Historically, the growth of the public school system we see today coincided with the growth of factories and the assembly line as the urban population increased. To increase production mass amounts of workers were crowded into close quarters. Mass organization does not translate nearly as well into school, as there is no common goal of production; each person has their own educational interests.

Boomers who got a high-paying union job straight out of high school during the post-war glory decades of American capitalism will tell you that school is worthwhile because it helped them become a productive member of the workforce. Yet as automation and outsourcing continue eliminating jobs under twenty-first-century global capitalism, people are starting to wake up to the fact that what you do to survive shouldn’t define you as a person. We can’t all be STEM majors.

In 1930, economist John Maynard Keynes predicted advances in technology would lead to a 15-hour workweek. This hasn’t happened, of course. Instead, the economic elite has inculcated a work culture that assigns value to the “bullshit jobs” that David Graeber writes about in his book by that exact title.  Graeber describes “managerial feudalism,” in which “employers need underlings to feel important and maintain competitive status and power.”

The purpose of education shouldn’t be to simulate managerial feudalism: frustrated, underpaid public servants corralling developing minds into herds of sheeple tasked with doing work for the sake of doing work. Although its stated purpose is to make you smarter, school is constantly hurling obstacles in your way of knowledge acquisition. Students, many who are moving into the second quarter of their lives, are still forced to take rounds upon rounds of general education they won’t use in real life. Do you know what would be a useful general ed class? How about learning about the functions of our political economy? Why is the government and economics class only offered to seniors? What about a basic financial planning class? Media literacy class?  YouTube and SoundCloud are blocked on the school network because they are “distractions,” yet precious minutes of class are spent interrupted by P.A. announcements that not many care enough to listen to and could always read on their own time.
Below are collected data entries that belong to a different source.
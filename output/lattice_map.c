/* SPDX-License-Identifier: GPL-3.0-or-later */

/* Both files walk the same points in the same order. The file states whatever a reader
 * would otherwise have to guess: which axis is fastest, units, and where a field that
 * was solved in a plane was taken as uniform. */

#include "output/lattice_map.h"

#include <float.h>
#include <math.h>

static size_t point_count(const struct lattice_field *lattice)
{
    return (size_t)lattice->n[AXIS_X] * (size_t)lattice->n[AXIS_Y] *
           (size_t)lattice->n[AXIS_Z];
}

static double tidy(double x)
{
    return fabs(x) < DBL_MIN ? 0.0 : x;
}

static enum status check_field(double *const field[3], size_t count, const char *name,
                               struct messages *messages)
{
    for (int axis = 0; axis < 3; axis++) {
        for (size_t k = 0; k < count; k++) {
            if (isfinite(field[axis][k]))
                continue;
            messages_add(messages, SEVERITY_ERROR, (struct place){0, 0},
                         "lattice: %s%s at point %zu is not a finite number", name,
                         axis_key((enum axis)axis), k);
            return STATUS_UNTRUSTED;
        }
    }
    return STATUS_OK;
}

static enum status check_fields(const struct lattice_field *lattice,
                                struct messages *messages)
{
    size_t count = point_count(lattice);
    enum status status = STATUS_OK;
    if (lattice->has_electric)
        status = check_field(lattice->e, count, "E", messages);
    if (!status && lattice->has_magnetic)
        status = check_field(lattice->b, count, "B", messages);
    return status;
}

static void write_vectors(struct sink *sink, const char *name, double *const field[3],
                          size_t count)
{
    sink_print(sink, "VECTORS %s double\n", name);
    for (size_t k = 0; k < count; k++)
        for (int c = 0; c < 3; c++)
            sink_number(sink, tidy(field[c][k]), c < 2 ? ' ' : '\n');
}

static double vtk_spacing(const struct lattice_field *lattice, enum axis axis)
{
    return lattice->n[axis] > 1 ? lattice->step[axis] : 1;
}

enum status lattice_map_write_vtk(struct sink *sink,
                                  const struct lattice_field *lattice,
                                  struct messages *messages)
{
    enum status status = check_fields(lattice, messages);
    if (status)
        return status;
    size_t count = point_count(lattice);
    const double *origin = lattice->origin;
    sink_print(sink, "# vtk DataFile Version 3.0\n");
    sink_print(sink, "evengap lattice: (X,Y,Z) = (x,y,z) in m, z along the beam; "
                     "electric_field in V/m, magnetic_flux_density in T along "
                     "(x,y,z); solid: 1 inside a part\n");
    sink_print(sink, "ASCII\nDATASET STRUCTURED_POINTS\nDIMENSIONS %d %d %d\n",
               lattice->n[0], lattice->n[1], lattice->n[2]);
    sink_print(sink, "ORIGIN %.15g %.15g %.15g\n", origin[0], origin[1], origin[2]);
    sink_print(sink, "SPACING %.15g %.15g %.15g\n", vtk_spacing(lattice, AXIS_X),
               vtk_spacing(lattice, AXIS_Y), vtk_spacing(lattice, AXIS_Z));
    sink_print(sink, "POINT_DATA %zu\n", count);
    sink_print(sink, "SCALARS solid int 1\nLOOKUP_TABLE default\n");
    for (size_t k = 0; k < count; k++)
        sink_print(sink, "%d\n", lattice->solid[k]);
    if (lattice->has_electric)
        write_vectors(sink, "electric_field", lattice->e, count);
    if (lattice->has_magnetic)
        write_vectors(sink, "magnetic_flux_density", lattice->b, count);
    return STATUS_OK;
}

static void write_origin(struct sink *sink, const char *symbol, const char *name,
                         bool present, enum plane_kind from)
{
    if (!present) {
        sink_print(sink, "# %s: not in this file, no %s plane was solved\n", symbol,
                   name);
        return;
    }
    const char *uniform = !plane_kind_is_along(from)           ? "z"
                          : plane_kind_axis(from, 1) == AXIS_X ? "y"
                                                               : "x";
    sink_print(sink, "# %s: from plane %s, uniform along %s\n", symbol,
               plane_kind_key(from), uniform);
}

static void write_csv_header(struct sink *sink, const struct lattice_field *lattice)
{
    sink_print(sink, "# evengap lattice: electric field E and flux density B\n");
    sink_print(sink, "# axes: z along the beam, x along the electric field, y from "
                     "pole to pole; right-handed\n");
    sink_print(sink, "# units: x, y, z in m; E in V/m; B in T; solid is 1 inside a "
                     "part, where the fields are 0\n");
    for (int axis = 0; axis < 3; axis++)
        sink_print(sink, "# %s: %d points from %.15g m in steps of %.15g m\n",
                   axis_key((enum axis)axis), lattice->n[axis], lattice->origin[axis],
                   lattice->step[axis]);
    sink_print(sink, "# order: x fastest, then y, then z\n");
    write_origin(sink, "E", "electric", lattice->has_electric, lattice->electric_from);
    write_origin(sink, "B", "magnetic", lattice->has_magnetic, lattice->magnetic_from);
    sink_print(sink, "x,y,z%s%s,solid\n", lattice->has_electric ? ",Ex,Ey,Ez" : "",
               lattice->has_magnetic ? ",Bx,By,Bz" : "");
}

/* origin + k step, with the rounding crumb at the centre swept away. */
static double coordinate(const struct lattice_field *lattice, int axis, int k)
{
    double x = lattice->origin[axis] + k * lattice->step[axis];
    return fabs(x) < 1e-9 * lattice->step[axis] ? 0 : x;
}

static void write_csv_row(struct sink *sink, const struct lattice_field *lattice,
                          size_t k)
{
    for (int c = 0; c < 3 && lattice->has_electric; c++)
        sink_number(sink, tidy(lattice->e[c][k]), ',');
    for (int c = 0; c < 3 && lattice->has_magnetic; c++)
        sink_number(sink, tidy(lattice->b[c][k]), ',');
    sink_bytes(sink, lattice->solid[k] ? "1\n" : "0\n", 2);
}

enum status lattice_map_write_csv(struct sink *sink,
                                  const struct lattice_field *lattice,
                                  struct messages *messages)
{
    enum status status = check_fields(lattice, messages);
    if (status)
        return status;
    write_csv_header(sink, lattice);
    size_t k = 0;
    for (int iz = 0; iz < lattice->n[AXIS_Z]; iz++) {
        for (int iy = 0; iy < lattice->n[AXIS_Y]; iy++) {
            for (int ix = 0; ix < lattice->n[AXIS_X]; ix++) {
                sink_number(sink, coordinate(lattice, AXIS_X, ix), ',');
                sink_number(sink, coordinate(lattice, AXIS_Y, iy), ',');
                sink_number(sink, coordinate(lattice, AXIS_Z, iz), ',');
                write_csv_row(sink, lattice, k++);
            }
        }
    }
    return STATUS_OK;
}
Knowing we can’t just defund all schools and that we have a moral obligation to educate every member of our society—even the dim bulbs—we need to make changes to improve our system. What we need is a compromise between the Ron Paul dystopia and the bureaucratic nightmare, and to its credit, Foothill has made certain moves to help. The block schedule enriches class time and makes everything more measured and less overwhelming. However, more must be done: I believe it necessary to shorten the school week to four days by extending the weekend into Monday. Additionally, we need to eliminate electives from the A-G requirements; it’s the same logic as getting rid of compulsory volunteer service. It will remove those kids from Spanish class who don’t want to be there, while also increasing the value of all elective courses.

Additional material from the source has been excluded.